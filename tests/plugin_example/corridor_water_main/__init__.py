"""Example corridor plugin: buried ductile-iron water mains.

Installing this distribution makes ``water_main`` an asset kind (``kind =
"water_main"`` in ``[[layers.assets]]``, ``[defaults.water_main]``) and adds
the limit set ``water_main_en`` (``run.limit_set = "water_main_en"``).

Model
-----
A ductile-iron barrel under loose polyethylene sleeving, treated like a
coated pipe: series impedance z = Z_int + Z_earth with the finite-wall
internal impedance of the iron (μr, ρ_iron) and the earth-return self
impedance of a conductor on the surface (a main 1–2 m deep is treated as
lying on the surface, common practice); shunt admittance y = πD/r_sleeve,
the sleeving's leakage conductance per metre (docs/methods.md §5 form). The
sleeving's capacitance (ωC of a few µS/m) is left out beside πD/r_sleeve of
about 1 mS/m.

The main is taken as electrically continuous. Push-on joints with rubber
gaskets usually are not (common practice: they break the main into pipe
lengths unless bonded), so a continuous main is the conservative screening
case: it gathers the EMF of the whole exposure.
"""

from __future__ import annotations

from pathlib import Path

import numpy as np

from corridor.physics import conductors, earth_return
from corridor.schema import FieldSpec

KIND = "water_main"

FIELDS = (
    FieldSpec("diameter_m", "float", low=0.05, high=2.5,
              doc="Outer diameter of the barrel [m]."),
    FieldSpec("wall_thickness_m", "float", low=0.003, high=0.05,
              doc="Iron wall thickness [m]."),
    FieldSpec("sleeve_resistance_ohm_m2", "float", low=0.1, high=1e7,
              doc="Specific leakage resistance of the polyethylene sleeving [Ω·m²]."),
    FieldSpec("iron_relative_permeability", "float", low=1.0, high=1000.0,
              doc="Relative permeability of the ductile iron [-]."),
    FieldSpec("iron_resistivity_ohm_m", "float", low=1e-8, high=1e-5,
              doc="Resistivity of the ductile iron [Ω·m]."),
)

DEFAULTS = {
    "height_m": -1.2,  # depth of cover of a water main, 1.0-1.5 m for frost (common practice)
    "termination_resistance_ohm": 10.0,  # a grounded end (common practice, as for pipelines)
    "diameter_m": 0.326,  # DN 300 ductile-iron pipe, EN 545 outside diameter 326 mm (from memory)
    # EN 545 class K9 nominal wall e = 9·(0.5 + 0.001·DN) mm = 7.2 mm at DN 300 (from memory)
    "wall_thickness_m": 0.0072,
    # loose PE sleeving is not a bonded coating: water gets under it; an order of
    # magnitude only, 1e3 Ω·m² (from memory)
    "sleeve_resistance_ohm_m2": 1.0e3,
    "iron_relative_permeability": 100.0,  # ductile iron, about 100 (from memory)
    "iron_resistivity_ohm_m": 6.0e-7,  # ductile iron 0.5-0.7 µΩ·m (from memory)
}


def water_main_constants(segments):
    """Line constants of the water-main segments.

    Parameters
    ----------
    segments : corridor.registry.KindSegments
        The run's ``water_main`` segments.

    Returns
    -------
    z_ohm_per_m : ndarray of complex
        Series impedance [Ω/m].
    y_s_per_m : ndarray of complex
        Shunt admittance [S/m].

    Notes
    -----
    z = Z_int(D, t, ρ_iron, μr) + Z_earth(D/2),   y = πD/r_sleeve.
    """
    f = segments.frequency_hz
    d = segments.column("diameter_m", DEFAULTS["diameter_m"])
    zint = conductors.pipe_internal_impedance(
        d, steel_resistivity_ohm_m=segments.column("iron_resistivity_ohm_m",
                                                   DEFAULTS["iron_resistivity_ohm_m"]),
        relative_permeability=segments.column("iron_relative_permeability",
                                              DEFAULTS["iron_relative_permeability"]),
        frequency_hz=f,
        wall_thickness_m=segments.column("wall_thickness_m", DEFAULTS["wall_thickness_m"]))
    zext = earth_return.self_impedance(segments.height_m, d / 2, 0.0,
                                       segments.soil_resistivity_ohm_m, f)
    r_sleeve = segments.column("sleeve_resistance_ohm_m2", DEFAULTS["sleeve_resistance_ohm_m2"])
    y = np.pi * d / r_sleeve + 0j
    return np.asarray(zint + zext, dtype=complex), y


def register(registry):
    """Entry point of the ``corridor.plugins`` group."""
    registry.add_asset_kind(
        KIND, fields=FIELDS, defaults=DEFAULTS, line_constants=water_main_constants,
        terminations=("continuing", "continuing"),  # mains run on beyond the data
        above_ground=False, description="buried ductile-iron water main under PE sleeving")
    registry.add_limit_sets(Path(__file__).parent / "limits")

· · · ·

Goal of the exercise:
In the material above, find the line containing "permeability of the" and the line containing "mm (from memory)", then write out exactly those two lines and every line between them, and nothing more.

Output below:
              doc="Relative permeability of the ductile iron [-]."),
    FieldSpec("iron_resistivity_ohm_m", "float", low=1e-8, high=1e-5,
              doc="Resistivity of the ductile iron [Ω·m]."),
)

DEFAULTS = {
    "height_m": -1.2,  # depth of cover of a water main, 1.0-1.5 m for frost (common practice)
    "termination_resistance_ohm": 10.0,  # a grounded end (common practice, as for pipelines)
    "diameter_m": 0.326,  # DN 300 ductile-iron pipe, EN 545 outside diameter 326 mm (from memory)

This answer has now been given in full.